Sin embargo, la dinámica de su relación con la isla cambió en 1991, cuando mediante un decreto ejecutivo, Coiba se convirtió en un área protegida. Eso motivó que entre 1992 y 1993 comenzaran a llegar los primeros científicos nacionales y foráneos a investigar la flora y fauna.

Este grupo de expertos requería un guía y como era una de las personas de confianza del lugar lo recomendaron para la labor de acompañar a los investigadores. “Allí cambia todo para mí y empiezo a guiarlos desde 1993 hasta 1998, cuando salgo en libertad”, expresó.

Una vez sin compromiso con el sistema penitenciario continuó su labor como guardaparques, como parte de la Asociación Nacional para la Conservación de la Naturaleza (Ancon), que le dio una primera oportunidad laboral, y luego para el Instituto Smithsonian de Investigaciones Tropicales.

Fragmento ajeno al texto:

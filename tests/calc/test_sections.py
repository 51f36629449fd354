"""Checks of isentrope.calc.sections against sources outside the project.

Sources, named beside each value:
* calc/REFERENCES.md textbook cases (printed answers from memory; IF97 figures recomputed with iapws)
  and the large-reheat-unit section cases (invented for checks, computed with iapws).
* The ``iapws`` package (IAPWS-IF97, point by point) as an independent oracle, including an
  independent scalar Baumann iteration written here.
* JCGM 100:2008 (ISO GUM) Eq. (10) for the propagation law.
* Facts of the trade marked "common practice, no source".
"""

from __future__ import annotations

import math

import numpy as np
import pandas as pd
import pytest
from hypothesis import HealthCheck, assume, given, settings
from hypothesis import strategies as st
from iapws import IAPWS97
from scipy.optimize import brentq

from isentrope.calc import sections as S
from isentrope.calc import steam

C = 273.15  # degC -> K

SETTINGS = settings(max_examples=25, deadline=None, suppress_health_check=[HealthCheck.too_slow])


# --------------------------------------------------------------------------------------------
# Independent oracle (iapws, scalar)
# --------------------------------------------------------------------------------------------
def ia_section(p_in, t_in, p_out, t_out):
    """Enthalpy-drop efficiency with iapws, point by point."""
    a = IAPWS97(P=p_in, T=t_in)
    h_out = IAPWS97(P=p_out, T=t_out).h
    h_s = IAPWS97(P=p_out, s=a.s).h
    return a.h, h_out, h_s, (a.h - h_out) / (a.h - h_s)


def ia_outlet_temperature(p_in, t_in, p_out, eta):
    """Outlet temperature of an expansion of efficiency eta, with iapws."""
    a = IAPWS97(P=p_in, T=t_in)
    h_out = a.h - eta * (a.h - IAPWS97(P=p_out, s=a.s).h)
    return IAPWS97(P=p_out, h=h_out).T


def ia_lp_baumann(p_in, t_in, p_exh, eta, a):
    """Independent LP expansion with the Baumann rule: brentq for the saturation crossing of the
    single-step dry line, then a plain fixed-point iteration on the exhaust wetness.
    Returns (h_elep, x, p_wet)."""
    inlet = IAPWS97(P=p_in, T=t_in)
    h_in, s_in = inlet.h, inlet.s

    def hs(p):
        return IAPWS97(P=p, s=s_in).h

    def hg(p):
        return IAPWS97(P=p, x=1).h

    hf_e, hg_e = IAPWS97(P=p_exh, x=0).h, hg(p_exh)
    h_dry = h_in - eta * (h_in - hs(p_exh))
    if h_dry >= hg_e:
        return h_dry, 1.0, math.nan
    lp_w = brentq(
        lambda u: h_in - eta * (h_in - hs(math.exp(u))) - hg(math.exp(u)),
        math.log(p_exh),
        math.log(p_in),
        xtol=1e-13,
    )
    p_w = math.exp(lp_w)
    d_dry, d_wet = h_in - hs(p_w), hs(p_w) - hs(p_exh)
    y = (hg_e - h_dry) / (hg_e - hf_e)
    h = h_dry
    for _ in range(500):
        eta_wet = eta * (1.0 - a * y / 2.0)
        h = h_in - eta * d_dry - eta_wet * d_wet
        y_new = 1.0 - IAPWS97(P=p_exh, h=h).x
        if abs(y_new - y) < 1e-13:
            y = y_new
            break
        y = y_new
    return h, 1.0 - y, p_w


# --------------------------------------------------------------------------------------------
# Reference cases (calc/REFERENCES.md)
# --------------------------------------------------------------------------------------------
def test_cengel_boles_adiabatic_turbine():
    # Cengel & Boles, Thermodynamics, isentropic-efficiency example (printed 66.7 %, from memory);
    # IF97 values recomputed with iapws in calc/REFERENCES.md: h1 3231.57, h2 2682.40, h2s 2407.82.
    eff, d = S.section_efficiency(3.0, 400 + C, 0.05, 100 + C, return_details=True)
    assert eff == pytest.approx(0.6667, abs=1e-4)
    assert d.h_in == pytest.approx(3231.57, abs=0.01)
    assert d.h_out == pytest.approx(2682.40, abs=0.01)
    assert d.h_out_isentropic == pytest.approx(2407.82, abs=0.01)
    assert d.enthalpy_drop == pytest.approx(3231.57 - 2682.40, abs=0.02)
    assert d.reason == S.OK


def test_moran_shapiro_reheat_cycle_end_points():
    # Moran & Shapiro, reheat-cycle example (from memory), IF97 recomputed (calc/REFERENCES.md):
    # 8 MPa / 480 C: h1 3349.53, to 0.7 MPa isentropic h2s 2742.63.
    d = S.section_expansion(8.0, 480 + C, 0.7, 200 + C)
    assert d.h_in == pytest.approx(3349.53, abs=0.01)
    assert d.h_out_isentropic == pytest.approx(2742.63, abs=0.01)
    # 0.7 MPa / 440 C: h3 3353.81, to 8 kPa isentropic h4s 2428.79 kJ/kg, x 0.9386.
    lp = S.lp_expansion(0.7, 440 + C, 0.008, 1.0, baumann=0.0)
    assert lp.h_in == pytest.approx(3353.81, abs=0.01)
    assert lp.h_isentropic == pytest.approx(2428.79, abs=0.01)
    assert lp.h_elep == pytest.approx(2428.79, abs=0.01)
    assert lp.x == pytest.approx(0.9386, abs=1e-4)


def test_large_reheat_unit_hp_ip():
    # calc/REFERENCES.md, large reheat unit (invented for checks, computed with iapws).
    eff, d = S.section_efficiency(16.55, 538 + C, 3.9, 330 + C, return_details=True)
    assert eff == pytest.approx(0.8626, abs=1e-4)
    assert (d.h_in, d.h_out, d.h_out_isentropic) == pytest.approx((3400.32, 3045.17, 2988.58), abs=0.01)
    eff, d = S.section_efficiency(3.55, 538 + C, 0.95, 350 + C, return_details=True)
    assert eff == pytest.approx(0.9022, abs=1e-4)
    assert (d.h_in, d.h_out, d.h_out_isentropic) == pytest.approx((3537.17, 3159.16, 3118.17), abs=0.01)


def test_large_reheat_unit_lp_without_wetness_correction():
    # calc/REFERENCES.md: 0.95 MPa / 350 C -> 5 kPa, dry efficiency 0.88, no wetness correction:
    # h_s 2234.47 kJ/kg, end point 2345.43 kJ/kg, x = 0.9111 (8.9 % moisture).
    lp = S.lp_expansion(0.95, 350 + C, 0.005, 0.88, baumann=0.0)
    assert lp.h_isentropic == pytest.approx(2234.47, abs=0.01)
    assert lp.h_elep == pytest.approx(2345.43, abs=0.01)
    assert lp.x == pytest.approx(0.9111, abs=1e-4)
    assert lp.moisture == pytest.approx(0.0889, abs=1e-4)
    # Isentropic end point quality x 0.8653 (calc/REFERENCES.md, iapws).
    assert steam.x_ph(0.005, lp.h_isentropic) == pytest.approx(0.8653, abs=1e-4)


def test_lp_baumann_on_against_independent_iteration_reference_case():
    # Same case with a = 1: independent iapws brentq + fixed-point iteration (this file).
    h_ref, x_ref, pw_ref = ia_lp_baumann(0.95, 350 + C, 0.005, 0.88, 1.0)
    lp = S.lp_expansion(0.95, 350 + C, 0.005, 0.88, baumann=1.0)
    assert lp.h_elep == pytest.approx(h_ref, abs=0.01)
    assert lp.x == pytest.approx(x_ref, abs=1e-5)
    assert lp.p_wet == pytest.approx(pw_ref, rel=1e-5)
    # the correction leaves less moisture and a lower overall efficiency than the dry line
    assert lp.moisture < 0.0889 and lp.eta_effective < 0.88
    assert lp.eta_wet == pytest.approx(0.88 * (1 - lp.moisture / 2), rel=1e-12)
    # the crossing is a saturated-vapour state on the dry line
    assert lp.h_wet == pytest.approx(steam.h_sat_vapour(lp.p_wet), abs=1e-3)


# --------------------------------------------------------------------------------------------
# Against iapws on random physical cases
# --------------------------------------------------------------------------------------------
def _random_sections(rng, n, p_in_range, t_in_range, ratio_range):
    cases = []
    while len(cases) < n:
        p_in = rng.uniform(*p_in_range)
        t_in = rng.uniform(*t_in_range)
        p_out = p_in * rng.uniform(*ratio_range)
        eta = rng.uniform(0.6, 0.95)
        t_out = ia_outlet_temperature(p_in, t_in, p_out, eta)
        if t_out - IAPWS97(P=p_out, x=1).T < 5.0:  # keep a measurable superheated outlet
            continue
        cases.append((p_in, t_in, p_out, t_out))
    return np.array(cases)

En 2011, ingresó a las filas de la extinta Autoridad Nacional de Ambiente, hoy Ministerio de Ambiente.

Narra que poco a poco se fue percatando de la importancia ecológica del sitio donde estaba trabajando y lo que debía custodiar. En estos años le tocó ver cómo Coiba fue declarado por ley zona de reserva en 2004, y en 2005, Patrimonio Mundial de la Humanidad por la Organización de Naciones Unidas para la Educación, la Ciencia y la Cultura (Unesco, por sus siglas en inglés).

Para Mali Mali, hay que seguir protegiendo Coiba porque es un paraíso terrenal: “Coiba tiene especies endémicas y es refugio de especies en peligro de extinción. Además, es un laboratorio al aire libre donde se pueden hacer muchas investigaciones y puede que haya en sus bosques algún remedio que sirva a la humanidad. Coiba es algo impresionante”.

En palabras del guardaparques, no es necesario alterar el estado actual de Coiba y tampoco construir pistas o nuevos hoteles para turismo. Es decir, hay que mantener su proceso ecológico intacto para que los turistas puedan apreciar su imponente belleza.

Estos detalles también son contados por Mali Mali en un libro escrito por él, que será presentado hoy por la Autoridad de Turismo de Panamá bajo el título: Baico.

Su mensaje final es claro: “La ley de Coiba cumple 15 años y hay que internarse en la cultura de las áreas protegidas, ya que necesitamos más apoyo como guardaparques. Nosotros hacemos el trabajo con amor y hay que introducir esta cultura en las escuelas para ganar el interés de los jóvenes”.